The ontology is described in detail together with the methodology used for building the model. The ontology is built in a bottom up fashion, where four main data sources are analysed in order to define the scope and the requirements of the ontology, which mainly focus around the representation of information about four main modules: Registered organisation, dataset, officer and identifies systems. It would have been useful to have more granular requirements and classify them into functional and non functional (whilst not necessarily advocating the use of the Neon methodology such separation of concerns is useful to clarify the concepts to include in the different ontology modules).

The high level ontology model is makes sense and appears to capture the relevant information to satisfy the requirements identified for the ontology and answer the sample competency questions. However there seems to be a disconnect between the requirements identified in section 3.1, the competency questions and the overall stated goal of harmonising and integrating data about business organisations.

When looking at the models for each of these modules identified, they seem to be very close to the original data representation and have a very legacy data centric representation. In particular, many of the classes are described by boolean flags (e.g. isStartup, isStateOwned etc). However, this type of modelling can potentially lead to long term problems in coupling the data with the specific application the data should serve.
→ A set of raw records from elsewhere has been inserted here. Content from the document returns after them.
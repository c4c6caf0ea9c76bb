import { IntlMessageFormat } from 'intl-messageformat'
import { argumentsOf, usesOf } from './message-arguments.ts'
import { plainSpaces } from './spaces.ts'

/** What a message may be given: text is put in as it stands, never parsed; numbers decide plurals and exact cases. */
export type WordArgument = string | number
export type WordArguments = Readonly<Record<string, WordArgument>>

/** What an account words itself. */
export interface OwnWords {
  /** Its file, as faults name it, and its text. */
  readonly place: string
  readonly text: string
  readonly messages: Readonly<Record<string, string>>
  /** Keys that the house has no message of. */
  readonly added: readonly string[]
  /** Place of each message. */
  readonly places: Readonly<Record<string, string>>
}

/** Everything a reader sees, in one language. */
export interface Words {
  /** BCP 47 tag that figures and dates are formatted by, e.g. `en-GB`. */
  readonly locale: string
  /** The catalogue's own language, e.g. `en`. */
  readonly language: string
  readonly keys: readonly string[]
  /** The account's part, where it has one. */
  readonly own?: OwnWords | undefined
  has(key: string): boolean
  /** Names of the arguments that a message uses, sorted. */
  argumentsOf(key: string): readonly string[]
  /** Those among them that decide a plural. */
  countsOf(key: string): readonly string[]
  /**
   * The wording of a message.
   *
   * @throws {Error} when the catalogue lacks the message or an argument it uses: a fault of the program, since templates are checked first
   */
  say(key: string, args?: WordArguments): string
}

/**
 * Make the words of a catalogue of ICU messages.
 *
 * @param catalogue - message by key
 * @param language - the catalogue's language
 * @param locale - how figures are formatted
 * @param own - the account's part of the catalogue
 * @throws {Error} naming the message that is no ICU message
 */
export function createWords(catalogue: Readonly<Record<string, string>>, language: string, locale: string, own?: OwnWords): Words {
  const messages = new Map(Object.entries(catalogue).map(([key, text]) => [key, compile(key, text, locale)]))
  const find = (key: string): IntlMessageFormat => {
    const message = messages.get(key)
    if (!message) throw new Error(`Unexpected message "${key}", expected one of the catalogue ${language}`)
    return message
  }
  return {
    locale, language, own, keys: [...messages.keys()],
    has: (key) => messages.has(key),
    argumentsOf: (key) => argumentsOf(find(key).getAst()),
    countsOf: (key) => [...new Set(usesOf(find(key).getAst()).filter(({ use }) => use === 'plural').map(({ name }) => name))],
    say: (key, args = {}) => spoken(key, find(key), args),
  }
}

/** @throws {Error} for what is no ICU message; `cause` is the parser's own */
export function compile(key: string, text: string, locale: string): IntlMessageFormat {
  try {
    return new IntlMessageFormat(text, locale, undefined, { ignoreTag: true })
  } catch (error) {
    throw new Error(`Unexpected wording of message "${key}", expected an ICU message: ${error instanceof Error ? error.message : String(error)}`, { cause: error })
  }
}

function spoken(key: string, message: IntlMessageFormat, args: WordArguments): string {
  try {
    return plainSpaces(String(message.format(args))).replace(/[ \n\t]+/g, ' ').replace(/^ | $/g, '')
  } catch (error) {
    throw new Error(`Unexpected arguments of message "${key}": ${error instanceof Error ? error.message : String(error)}`, { cause: error })
  }
}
Boolean data does not offer enough semantics, but its meaning is linked to the application it describes.

Some redundancy is included in the ontology, e.g the RegisteredOrganisation class has a number of object properties that support different classification types, but the classification is described through a specific object property and the corresponding free text. However, this could lead to potential integrity problem and its not clear how this is validated.

Domain and range for the various object properties are not described through rdfs:domain and rdfs:range but through the schema:domainIncludes and schema:rangeIncludes. This choice is somewhat puzzling, especially given that these don’t seem to be fully specified. Stating that this is done to support polymorphism is not sufficient, and it would have been useful if there was a discussion of how these notion of domain and range are handled by GraphQL. Similarly, the choice of GraphQL over Sparql is not discussed in details in terms of pros and cons.

One potential problem with respect to the reusability of the given ontology is that all the requirements and the competency questions are determined bottom up, and hence are heavily influenced by the dataset used. It is not clear how reusable this ontology would be in other countries, e.g. USA and how extensible the ontology is to include new types of registered organisations.

The issues above are not necessarily the result of bad ontological design, but given that they could give rise to problems, this way of modelling the domain should be justified in more detailed.

The paper is generally well written, but sometimes suffers from irrelevant information (e.g the specification of the RDF syntax used as file format for the ontology is not really relevant when describing the ontology modelling choices).
The related work section is quite comprehensive, however it does not mention the ontology reused when building the euBusinessGraph ontology.

In summary, the ontology model presents some issues that will either need to be addressed or will need to be fully justified in the ontology development description, and the paper’s presentation can be tightened.